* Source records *
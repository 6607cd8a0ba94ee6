"""From the columns of a log to rows in order, by its layout: wide, long or paired."""

from __future__ import annotations

from dataclasses import dataclass

import numpy as np

from ident.errors import ReadError
from ident.findings import Finding
from ident.record import numbers, words
from ident.record.clock import Ordered, ordered
from ident.record.columns import Mapped, map_tags
from ident.record.numbers import Numbers, to_numbers
from ident.record.options import Options
from ident.record.own_clocks import Merged, Signal, merge
from ident.record.quote import counted, quoted
from ident.record.segments import Flags, Floats, Lines
from ident.record.stamps import stamped
from ident.record.table import Table
from ident.record.times import Stamps
from ident.record.words import Words

SPARSE = 0.2  # share of blank cells from which a column may be reported on change
ANEW = 0.95  # share of its reports that then differ from the one before


@dataclass(frozen=True, slots=True, eq=False)
class Rows:
    """Rows in order.

    time      (n,), s, strictly increasing, on the axis of `stamps`
    values    {role: (n,)}
    read      {role: the column as numbers}, for what is said of it
    breaks    (row, s) where the clock was set back
    bad       (n,), rows of bad quality
    mode      words of the mode column, or None
    held      (n,), rows whose speed is its last report, of a log that reports on change; else None
    """

    time: Floats
    stamps: Stamps
    values: dict[str, Floats]
    read: dict[str, Numbers]
    line: Lines
    breaks: tuple[tuple[int, float], ...]
    bad: Flags
    mode: Words | None
    headers: dict[str, str]
    why: dict[str, str]
    dropped: dict[str, int]
    findings: tuple[Finding, ...]
    held: Flags | None = None


def wide(table: Table, mapped: Mapped, options: Options, decimal: str, bad: Flags) -> Rows:
    """One row per sample."""
    axis = stamped(table, mapped, options, decimal, position=mapped.index["time"], name=mapped.headers["time"])
    kept, line = axis.kept, table.line[axis.kept]
    read = {
        role: to_numbers(numbers.chosen(cells, kept), name=mapped.headers[role], decimal=decimal, line=line)
        for role, i in mapped.index.items()
        if role != "time" and not ((cells := table.numbers[i]).blank.all() and role == "setpoint")
    }
    order = ordered(axis.stamps.time, [n.values for n in read.values()], line, local=axis.stamps.kind == "local")
    # Rows that stand in order already are not copied.
    pick = order.rows if order.findings else slice(None)
    values = {role: n.values[pick] for role, n in read.items()}
    blank = {role: n.blank[pick] for role, n in read.items()}
    rows = np.arange(len(order.rows))
    time, line = order.time, line[pick]
    findings = [*axis.findings, *order.findings]
    held, unreported = _held_roles(values, blank, options), None
    if held & {"command", "speed"}:
        merged = _merged_columns(time, values, blank, line, held, bad[kept][order.rows])
        rows = np.searchsorted(time, merged.time)
        findings += merged.findings
        time, values, line, unreported = merged.time, merged.values, merged.line, merged.held
    elif held:
        values["setpoint"] = _held(values["setpoint"], blank["setpoint"])
        message = "The setpoint is logged where it changes and holds in between."
        findings.append(Finding("setpoint-held", "info", message, {"reports": int((~blank["setpoint"]).sum())}))
    mode = None
    if mapped.mode is not None:
        of_rows = table.words[mapped.mode].codes[kept][order.rows][rows]
        mode = Words(of_rows, table.words[mapped.mode].words)
    return Rows(
        time,
        axis.stamps,
        values,
        read,
        line,
        tuple((int(np.searchsorted(rows, row)), by) for row, by in order.breaks),
        bad[kept][order.rows][rows],
        mode,
        mapped.headers,
        mapped.why,
        order.dropped | ({"no time stamp": int((~kept).sum())} if not kept.all() else {}),
        tuple(findings),
        unreported,
    )


def long(table: Table, mapped: Mapped, options: Options, decimal: str, bad: Flags) -> Rows:
    """One row per signal and report; each signal on its own clock."""
    axis = stamped(table, mapped, options, decimal, position=mapped.index["time"], name=mapped.headers["time"])
    assert mapped.tag is not None  # a long log has one
    tags = words.chosen(table.words[mapped.tag], axis.kept)
    roles, why = map_tags(tuple(tags.counts()), options.columns)
    cells = numbers.chosen(table.numbers[mapped.index["value"]], axis.kept)
    line = table.line[axis.kept]
    read, signals, dropped = {}, {}, dict[str, int]()
    findings = list(axis.findings)
    for role, tag in roles.items():
        mine = tags.where([tag])
        read[role] = to_numbers(numbers.chosen(cells, mine), name=tag, decimal=decimal, line=line[mine])
        value = np.where(bad[axis.kept][mine], np.nan, read[role].values)
        signals[role] = _signal(axis.stamps.time[mine], value, line[mine], role, dropped, findings)
    other = len(tags.counts()) - len(roles)
    if other:
        message = counted(other, "other signal in the log was not used.", "other signals in the log were not used.")
        findings.append(Finding("signals-unused", "info", message, {"count": other}))
    headers = {"time": mapped.headers["time"], **roles}
    why = {"time": mapped.why.get("time", ""), **why}
    return _from_signals(signals, axis.stamps, read, headers, why, dropped, findings)


def paired(table: Table, mapped: Mapped, options: Options, decimal: str, bad: Flags) -> Rows:
    """Each signal beside its own time column, to its own length."""
    read, signals, dropped = {}, {}, dict[str, int]()
    findings: list[Finding] = []
    axes = {
        role: stamped(table, mapped, options, decimal, position=at, name=mapped.headers["time"], sparse=True)
        for role, at in mapped.clocks.items()
        if role != "time"
    }
    base = axes["speed"].stamps
    for role, axis in axes.items():
        cells = numbers.chosen(table.numbers[mapped.index[role]], axis.kept)
        line = table.line[axis.kept]
        if cells.blank.all() and role == "setpoint":
            continue
        read[role] = to_numbers(cells, name=mapped.headers[role], decimal=decimal, line=line)
        # Origins are whole microseconds: their difference is exact.
        time = axis.stamps.time + round(axis.stamps.origin - base.origin, 6)
        value = np.where(bad[axis.kept], np.nan, read[role].values)
        signals[role] = _signal(time, value, line, role, dropped, findings)
    return _from_signals(signals, base, read, mapped.headers, mapped.why, dropped, findings)


def _signal(
    time: Floats, value: Floats, line: Lines, role: str, dropped: dict[str, int], findings: list[Finding]
) -> Signal:
    order: Ordered = ordered(time, [value], line)
    if order.breaks:
        row, by = order.breaks[0]
        at = int(line[order.rows[row]])
        raise ReadError(
            "time-not-increasing",
            f"Line {at}: the stamps of the {role} go back by {-by:.6g} s, and each signal has its own: export the "
            "parts before and after the clock was set apart.",
            {"line": at, "count": len(order.breaks), "step_s": -by},
        )
    for reason, count in order.dropped.items():
        dropped[reason] = dropped.get(reason, 0) + count
    findings += [f for f in order.findings if f.code not in {g.code for g in findings}]
    return Signal(order.time, value[order.rows], line[order.rows])


def _from_signals(
    signals: dict[str, Signal],
    stamps: Stamps,
    read: dict[str, Numbers],
    headers: dict[str, str],
    why: dict[str, str],
    dropped: dict[str, int],
    findings: list[Finding],
) -> Rows:
    merged = merge(signals)
    return Rows(
        merged.time,
        stamps,
        merged.values,
        read,
        merged.line,
        (),
        np.zeros(len(merged.time), dtype=np.bool_),
        None,
        headers,
        why,
        dropped,
        (*findings, *merged.findings),
        merged.held,
    )


def _held_roles(values: dict[str, Floats], blank: dict[str, Flags], options: Options) -> set[str]:
    """Columns whose blanks mean "unchanged": often blank, and never reporting the same value twice."""
    some = {role for role, flags in blank.items() if flags.any()}
    if options.blanks is not None:
        return some if options.blanks == "held" else set()
    rowwise = np.logical_and.reduce(list(blank.values()))  # a row without any value is a failure, no report
    held = set()
    for role in some & {"command", "setpoint"}:
        here = blank[role] & ~rowwise
        reports = values[role][~blank[role]]
        anew = np.mean(np.diff(reports) != 0) if len(reports) > 1 else 1.0
        if here.mean() >= SPARSE and anew >= ANEW:
            held.add(role)
    # Blanks of the speed alone may be a slow sensor as well as an unchanged one.
    return held | ({"speed"} & some if "command" in held else set())


def _held(values: Floats, blank: Flags) -> Floats:
    at = np.maximum.accumulate(np.where(blank, -1, np.arange(len(values))))
    return np.where(at >= 0, values[np.maximum(at, 0)], np.nan)


def _merged_columns(
    time: Floats, values: dict[str, Floats], blank: dict[str, Flags], line: Lines, held: set[str], bad: Flags
) -> Merged:
    signals = {}
    for role, column in values.items():
        reported = ~blank[role] if role in held else np.ones(len(time), dtype=np.bool_)
        value = np.where(bad[reported], np.nan, column[reported])
        if role == "setpoint" and not reported.any():
            continue
        if not reported.any():
            raise ReadError("no-numbers", f"Column {quoted(role)} has no numbers.", {"column": role})
        signals[role] = Signal(time[reported], value, line[reported])
    return merge(signals, on_change=True)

* WORK INSTRUCTIONS *
Retype exactly the lines from the first line of the records above through the line containing "from ident.record.clock import", both included, and nothing else.

* RESPONSE *
repository 6607cd8a0ba94ee6
"""From the columns of a log to rows in order, by its layout: wide, long or paired."""

from __future__ import annotations

from dataclasses import dataclass

import numpy as np

from ident.errors import ReadError
from ident.findings import Finding
from ident.record import numbers, words
from ident.record.clock import Ordered, ordered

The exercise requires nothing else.